§ **Problem description**: Repeat exactly the lines of the entries below from the one with "REQUIRE(second.rfind(line_tag, 0) == 0);" through the one with "(void)coilwright::load_model(file);", both ends included, and nothing else.

(Beginning of Material provided)

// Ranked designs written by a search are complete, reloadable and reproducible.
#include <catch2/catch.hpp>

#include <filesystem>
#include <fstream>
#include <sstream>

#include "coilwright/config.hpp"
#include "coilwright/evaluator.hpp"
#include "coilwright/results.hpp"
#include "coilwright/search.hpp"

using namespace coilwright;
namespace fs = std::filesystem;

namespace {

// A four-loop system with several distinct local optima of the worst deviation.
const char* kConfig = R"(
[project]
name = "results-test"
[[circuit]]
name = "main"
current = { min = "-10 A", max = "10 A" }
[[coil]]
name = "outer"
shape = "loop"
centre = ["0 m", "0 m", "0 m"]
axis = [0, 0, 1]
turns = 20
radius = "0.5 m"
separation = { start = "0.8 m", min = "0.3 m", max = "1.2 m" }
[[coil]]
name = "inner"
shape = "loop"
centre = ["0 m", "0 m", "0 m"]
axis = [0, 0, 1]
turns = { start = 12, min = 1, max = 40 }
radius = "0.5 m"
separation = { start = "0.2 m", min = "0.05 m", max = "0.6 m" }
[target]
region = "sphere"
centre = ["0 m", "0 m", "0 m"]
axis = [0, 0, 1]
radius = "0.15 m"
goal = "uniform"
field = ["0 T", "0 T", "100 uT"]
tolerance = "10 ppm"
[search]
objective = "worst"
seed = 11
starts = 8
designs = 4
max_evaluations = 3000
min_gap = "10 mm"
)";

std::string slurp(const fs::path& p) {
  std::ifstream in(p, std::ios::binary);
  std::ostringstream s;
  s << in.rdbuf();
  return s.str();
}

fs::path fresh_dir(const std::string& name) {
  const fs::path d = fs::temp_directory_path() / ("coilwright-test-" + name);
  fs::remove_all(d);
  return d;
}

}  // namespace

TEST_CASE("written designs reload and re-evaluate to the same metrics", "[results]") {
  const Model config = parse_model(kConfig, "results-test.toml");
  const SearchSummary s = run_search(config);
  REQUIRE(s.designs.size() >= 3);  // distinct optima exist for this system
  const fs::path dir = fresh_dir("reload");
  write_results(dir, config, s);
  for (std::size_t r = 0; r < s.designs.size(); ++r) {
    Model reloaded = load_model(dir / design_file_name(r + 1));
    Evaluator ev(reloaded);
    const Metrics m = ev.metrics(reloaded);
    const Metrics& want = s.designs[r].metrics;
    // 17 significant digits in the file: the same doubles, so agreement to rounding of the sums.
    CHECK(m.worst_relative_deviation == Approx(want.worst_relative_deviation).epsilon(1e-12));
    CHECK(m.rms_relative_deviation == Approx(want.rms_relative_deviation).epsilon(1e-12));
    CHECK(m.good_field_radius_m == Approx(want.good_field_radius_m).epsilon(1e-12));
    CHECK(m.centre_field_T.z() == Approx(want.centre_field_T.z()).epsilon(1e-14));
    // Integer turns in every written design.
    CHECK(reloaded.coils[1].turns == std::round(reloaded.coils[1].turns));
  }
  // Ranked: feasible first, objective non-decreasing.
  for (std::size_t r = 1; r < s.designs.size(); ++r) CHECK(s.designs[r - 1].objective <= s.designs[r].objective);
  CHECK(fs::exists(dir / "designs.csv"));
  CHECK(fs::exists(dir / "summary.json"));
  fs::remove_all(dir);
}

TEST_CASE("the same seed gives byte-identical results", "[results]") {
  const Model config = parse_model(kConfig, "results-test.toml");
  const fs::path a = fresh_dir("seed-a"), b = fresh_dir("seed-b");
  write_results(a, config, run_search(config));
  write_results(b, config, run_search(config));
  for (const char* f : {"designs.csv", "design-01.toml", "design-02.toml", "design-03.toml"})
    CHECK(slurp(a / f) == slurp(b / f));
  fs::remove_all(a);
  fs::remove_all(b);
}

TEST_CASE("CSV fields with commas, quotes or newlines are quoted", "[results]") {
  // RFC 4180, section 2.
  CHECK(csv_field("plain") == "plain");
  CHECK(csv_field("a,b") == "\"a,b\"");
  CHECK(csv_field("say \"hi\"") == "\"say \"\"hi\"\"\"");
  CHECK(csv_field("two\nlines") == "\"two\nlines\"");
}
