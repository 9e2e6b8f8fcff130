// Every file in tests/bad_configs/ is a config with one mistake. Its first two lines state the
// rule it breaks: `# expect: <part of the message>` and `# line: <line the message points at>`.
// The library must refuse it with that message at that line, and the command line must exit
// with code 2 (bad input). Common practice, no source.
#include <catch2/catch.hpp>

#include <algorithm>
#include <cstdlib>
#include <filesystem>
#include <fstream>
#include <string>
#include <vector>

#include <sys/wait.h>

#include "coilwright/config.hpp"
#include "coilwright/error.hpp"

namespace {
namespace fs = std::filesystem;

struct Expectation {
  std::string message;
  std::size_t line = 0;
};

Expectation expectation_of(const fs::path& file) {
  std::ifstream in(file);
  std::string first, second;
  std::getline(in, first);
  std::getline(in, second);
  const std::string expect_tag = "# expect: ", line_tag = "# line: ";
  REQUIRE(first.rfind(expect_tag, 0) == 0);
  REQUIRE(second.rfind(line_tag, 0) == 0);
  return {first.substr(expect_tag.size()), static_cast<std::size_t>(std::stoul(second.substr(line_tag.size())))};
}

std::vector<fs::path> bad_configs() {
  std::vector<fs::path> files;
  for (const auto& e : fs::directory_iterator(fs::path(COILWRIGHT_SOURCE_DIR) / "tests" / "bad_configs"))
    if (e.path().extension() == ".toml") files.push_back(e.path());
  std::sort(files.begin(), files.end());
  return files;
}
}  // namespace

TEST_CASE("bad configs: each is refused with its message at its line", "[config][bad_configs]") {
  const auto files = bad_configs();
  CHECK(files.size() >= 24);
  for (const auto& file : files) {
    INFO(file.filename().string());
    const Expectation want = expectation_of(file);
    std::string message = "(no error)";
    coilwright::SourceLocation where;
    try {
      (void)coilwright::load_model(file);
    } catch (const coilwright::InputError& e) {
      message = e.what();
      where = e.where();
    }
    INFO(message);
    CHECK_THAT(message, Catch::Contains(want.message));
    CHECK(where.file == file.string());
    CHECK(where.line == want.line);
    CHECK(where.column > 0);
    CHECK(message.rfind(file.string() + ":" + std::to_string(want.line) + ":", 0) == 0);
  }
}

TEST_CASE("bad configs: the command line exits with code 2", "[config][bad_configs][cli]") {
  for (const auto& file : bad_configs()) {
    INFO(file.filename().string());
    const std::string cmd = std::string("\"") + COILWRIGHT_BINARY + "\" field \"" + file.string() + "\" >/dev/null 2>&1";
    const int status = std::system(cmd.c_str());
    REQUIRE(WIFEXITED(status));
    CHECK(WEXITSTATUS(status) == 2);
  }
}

(End of Material provided)

§ **Answer below**:
  REQUIRE(second.rfind(line_tag, 0) == 0);
  return {first.substr(expect_tag.size()), static_cast<std::size_t>(std::stoul(second.substr(line_tag.size())))};
}

std::vector<fs::path> bad_configs() {
  std::vector<fs::path> files;
  for (const auto& e : fs::directory_iterator(fs::path(COILWRIGHT_SOURCE_DIR) / "tests" / "bad_configs"))
    if (e.path().extension() == ".toml") files.push_back(e.path());
  std::sort(files.begin(), files.end());
  return files;
}
}  // namespace

TEST_CASE("bad configs: each is refused with its message at its line", "[config][bad_configs]") {
  const auto files = bad_configs();
  CHECK(files.size() >= 24);
  for (const auto& file : files) {
    INFO(file.filename().string());
    const Expectation want = expectation_of(file);
    std::string message = "(no error)";
    coilwright::SourceLocation where;
    try {
      (void)coilwright::load_model(file);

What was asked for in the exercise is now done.